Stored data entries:
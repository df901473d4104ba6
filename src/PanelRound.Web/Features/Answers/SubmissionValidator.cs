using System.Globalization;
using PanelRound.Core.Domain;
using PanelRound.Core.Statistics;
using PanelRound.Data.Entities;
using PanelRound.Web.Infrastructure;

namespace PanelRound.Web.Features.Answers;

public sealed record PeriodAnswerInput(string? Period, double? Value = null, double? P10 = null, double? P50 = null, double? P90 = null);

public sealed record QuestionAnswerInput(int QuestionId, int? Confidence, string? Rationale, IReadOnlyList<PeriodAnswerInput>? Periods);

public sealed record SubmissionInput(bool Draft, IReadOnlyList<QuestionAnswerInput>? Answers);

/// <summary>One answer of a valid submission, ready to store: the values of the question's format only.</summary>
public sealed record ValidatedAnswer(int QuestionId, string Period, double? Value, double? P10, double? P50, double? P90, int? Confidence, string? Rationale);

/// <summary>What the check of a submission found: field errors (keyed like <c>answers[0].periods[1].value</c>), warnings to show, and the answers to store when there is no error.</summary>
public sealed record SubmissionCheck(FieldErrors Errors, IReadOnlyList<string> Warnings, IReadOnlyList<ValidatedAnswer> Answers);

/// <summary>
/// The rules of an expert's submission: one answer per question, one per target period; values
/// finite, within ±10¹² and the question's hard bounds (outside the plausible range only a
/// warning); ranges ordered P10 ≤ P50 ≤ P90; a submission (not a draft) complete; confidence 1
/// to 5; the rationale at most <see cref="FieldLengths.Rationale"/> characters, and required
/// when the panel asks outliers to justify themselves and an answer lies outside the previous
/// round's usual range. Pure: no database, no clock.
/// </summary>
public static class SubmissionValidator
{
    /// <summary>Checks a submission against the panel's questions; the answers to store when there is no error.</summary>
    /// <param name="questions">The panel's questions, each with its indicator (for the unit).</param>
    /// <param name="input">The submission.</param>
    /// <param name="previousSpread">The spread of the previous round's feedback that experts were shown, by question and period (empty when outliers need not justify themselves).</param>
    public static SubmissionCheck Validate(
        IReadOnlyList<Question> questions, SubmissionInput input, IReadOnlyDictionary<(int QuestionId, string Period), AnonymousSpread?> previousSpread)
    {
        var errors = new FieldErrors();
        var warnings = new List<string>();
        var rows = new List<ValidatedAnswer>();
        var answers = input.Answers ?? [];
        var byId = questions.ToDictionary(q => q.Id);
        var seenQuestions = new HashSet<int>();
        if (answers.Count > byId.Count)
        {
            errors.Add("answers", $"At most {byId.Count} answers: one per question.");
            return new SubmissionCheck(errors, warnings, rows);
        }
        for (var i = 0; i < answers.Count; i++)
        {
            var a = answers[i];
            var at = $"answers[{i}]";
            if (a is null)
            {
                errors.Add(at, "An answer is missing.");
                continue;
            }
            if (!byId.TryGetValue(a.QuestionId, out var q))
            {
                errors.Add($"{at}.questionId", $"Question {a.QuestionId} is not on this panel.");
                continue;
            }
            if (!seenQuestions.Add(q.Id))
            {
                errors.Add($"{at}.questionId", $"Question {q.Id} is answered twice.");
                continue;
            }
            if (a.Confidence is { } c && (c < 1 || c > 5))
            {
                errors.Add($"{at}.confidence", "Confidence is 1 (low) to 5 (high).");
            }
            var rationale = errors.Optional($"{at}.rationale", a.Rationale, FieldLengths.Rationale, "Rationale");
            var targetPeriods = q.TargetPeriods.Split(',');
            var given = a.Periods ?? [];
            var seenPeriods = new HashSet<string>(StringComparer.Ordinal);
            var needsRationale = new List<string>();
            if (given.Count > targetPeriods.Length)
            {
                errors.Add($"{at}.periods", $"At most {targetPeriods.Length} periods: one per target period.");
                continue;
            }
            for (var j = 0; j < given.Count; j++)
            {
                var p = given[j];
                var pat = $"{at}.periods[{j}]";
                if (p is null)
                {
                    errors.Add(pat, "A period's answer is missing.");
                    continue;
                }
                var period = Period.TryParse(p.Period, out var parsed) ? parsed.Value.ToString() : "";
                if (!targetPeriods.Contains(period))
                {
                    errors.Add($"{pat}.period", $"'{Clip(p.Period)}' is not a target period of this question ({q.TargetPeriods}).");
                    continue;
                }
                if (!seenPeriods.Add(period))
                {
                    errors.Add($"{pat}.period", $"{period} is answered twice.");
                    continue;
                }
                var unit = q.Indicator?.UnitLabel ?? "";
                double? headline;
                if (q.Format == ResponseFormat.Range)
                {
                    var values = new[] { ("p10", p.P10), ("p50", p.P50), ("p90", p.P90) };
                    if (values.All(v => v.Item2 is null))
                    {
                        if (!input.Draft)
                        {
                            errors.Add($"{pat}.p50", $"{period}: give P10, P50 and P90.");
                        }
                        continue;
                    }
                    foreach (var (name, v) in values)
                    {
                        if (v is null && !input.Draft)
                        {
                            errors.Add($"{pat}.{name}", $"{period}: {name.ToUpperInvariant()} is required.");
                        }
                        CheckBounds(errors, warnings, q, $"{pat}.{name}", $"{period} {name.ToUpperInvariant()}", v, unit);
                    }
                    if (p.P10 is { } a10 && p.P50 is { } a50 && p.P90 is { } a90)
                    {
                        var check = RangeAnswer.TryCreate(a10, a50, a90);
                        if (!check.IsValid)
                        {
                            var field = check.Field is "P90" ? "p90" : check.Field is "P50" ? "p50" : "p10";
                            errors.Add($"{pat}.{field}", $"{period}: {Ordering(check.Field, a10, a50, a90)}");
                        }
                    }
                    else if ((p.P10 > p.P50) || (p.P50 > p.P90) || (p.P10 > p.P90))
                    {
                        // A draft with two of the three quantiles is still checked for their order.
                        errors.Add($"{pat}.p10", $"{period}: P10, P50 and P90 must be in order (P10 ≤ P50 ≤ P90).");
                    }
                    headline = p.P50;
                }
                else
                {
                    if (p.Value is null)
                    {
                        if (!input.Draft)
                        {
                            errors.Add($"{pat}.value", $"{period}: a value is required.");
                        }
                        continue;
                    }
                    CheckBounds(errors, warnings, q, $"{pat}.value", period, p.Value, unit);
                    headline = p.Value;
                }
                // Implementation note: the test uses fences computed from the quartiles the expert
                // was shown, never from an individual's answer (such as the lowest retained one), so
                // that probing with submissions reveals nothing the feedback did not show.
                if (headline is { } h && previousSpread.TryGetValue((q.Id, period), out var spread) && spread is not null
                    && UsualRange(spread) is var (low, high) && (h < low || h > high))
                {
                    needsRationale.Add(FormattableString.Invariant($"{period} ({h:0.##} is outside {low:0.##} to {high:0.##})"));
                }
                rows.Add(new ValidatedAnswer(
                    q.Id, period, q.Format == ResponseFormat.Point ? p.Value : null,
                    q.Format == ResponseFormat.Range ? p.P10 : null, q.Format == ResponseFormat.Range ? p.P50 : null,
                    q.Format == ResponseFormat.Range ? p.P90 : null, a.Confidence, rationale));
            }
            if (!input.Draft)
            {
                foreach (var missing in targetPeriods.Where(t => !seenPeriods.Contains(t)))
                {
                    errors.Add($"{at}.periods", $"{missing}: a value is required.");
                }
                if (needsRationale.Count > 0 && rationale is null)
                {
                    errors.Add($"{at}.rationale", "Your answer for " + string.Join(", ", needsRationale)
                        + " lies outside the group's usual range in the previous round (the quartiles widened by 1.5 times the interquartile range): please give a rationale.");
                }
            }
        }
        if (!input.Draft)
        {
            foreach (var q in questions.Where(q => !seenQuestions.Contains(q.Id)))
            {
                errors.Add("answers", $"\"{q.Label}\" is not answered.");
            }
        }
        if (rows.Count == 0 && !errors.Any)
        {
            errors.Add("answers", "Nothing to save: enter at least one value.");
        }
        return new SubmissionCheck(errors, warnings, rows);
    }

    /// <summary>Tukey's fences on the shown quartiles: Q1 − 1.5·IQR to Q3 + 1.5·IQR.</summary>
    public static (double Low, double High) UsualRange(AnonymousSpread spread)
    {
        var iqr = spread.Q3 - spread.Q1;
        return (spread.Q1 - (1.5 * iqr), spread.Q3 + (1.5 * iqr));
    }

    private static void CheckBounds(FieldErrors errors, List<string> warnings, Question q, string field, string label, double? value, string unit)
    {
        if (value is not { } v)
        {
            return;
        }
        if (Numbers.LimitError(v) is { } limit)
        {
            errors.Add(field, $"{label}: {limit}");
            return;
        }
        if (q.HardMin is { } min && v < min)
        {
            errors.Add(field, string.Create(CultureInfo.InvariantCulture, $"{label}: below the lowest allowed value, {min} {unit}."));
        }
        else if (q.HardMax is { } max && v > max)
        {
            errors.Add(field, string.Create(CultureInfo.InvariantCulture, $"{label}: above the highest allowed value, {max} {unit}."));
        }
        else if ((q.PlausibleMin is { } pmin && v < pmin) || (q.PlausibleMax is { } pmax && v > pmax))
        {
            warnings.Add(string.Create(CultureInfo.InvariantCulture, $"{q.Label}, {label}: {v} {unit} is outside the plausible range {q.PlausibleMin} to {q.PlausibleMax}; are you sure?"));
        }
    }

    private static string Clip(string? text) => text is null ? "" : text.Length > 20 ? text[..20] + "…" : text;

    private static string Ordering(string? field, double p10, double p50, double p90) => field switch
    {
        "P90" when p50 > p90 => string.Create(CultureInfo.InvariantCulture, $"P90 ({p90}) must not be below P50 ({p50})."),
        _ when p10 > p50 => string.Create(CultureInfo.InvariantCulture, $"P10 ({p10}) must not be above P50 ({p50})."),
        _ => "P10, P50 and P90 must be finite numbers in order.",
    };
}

Aim of the exercise: Starting with the line above that holds "public sealed record PeriodAnswerInput(string?" and stopping with the line that holds "public sealed record ValidatedAnswer(int", reproduce each line exactly, omitting all other lines.

Exercise response:
public sealed record PeriodAnswerInput(string? Period, double? Value = null, double? P10 = null, double? P50 = null, double? P90 = null);

public sealed record QuestionAnswerInput(int QuestionId, int? Confidence, string? Rationale, IReadOnlyList<PeriodAnswerInput>? Periods);

public sealed record SubmissionInput(bool Draft, IReadOnlyList<QuestionAnswerInput>? Answers);

/// <summary>One answer of a valid submission, ready to store: the values of the question's format only.</summary>
public sealed record ValidatedAnswer(int QuestionId, string Period, double? Value, double? P10, double? P50, double? P90, int? Confidence, string? Rationale);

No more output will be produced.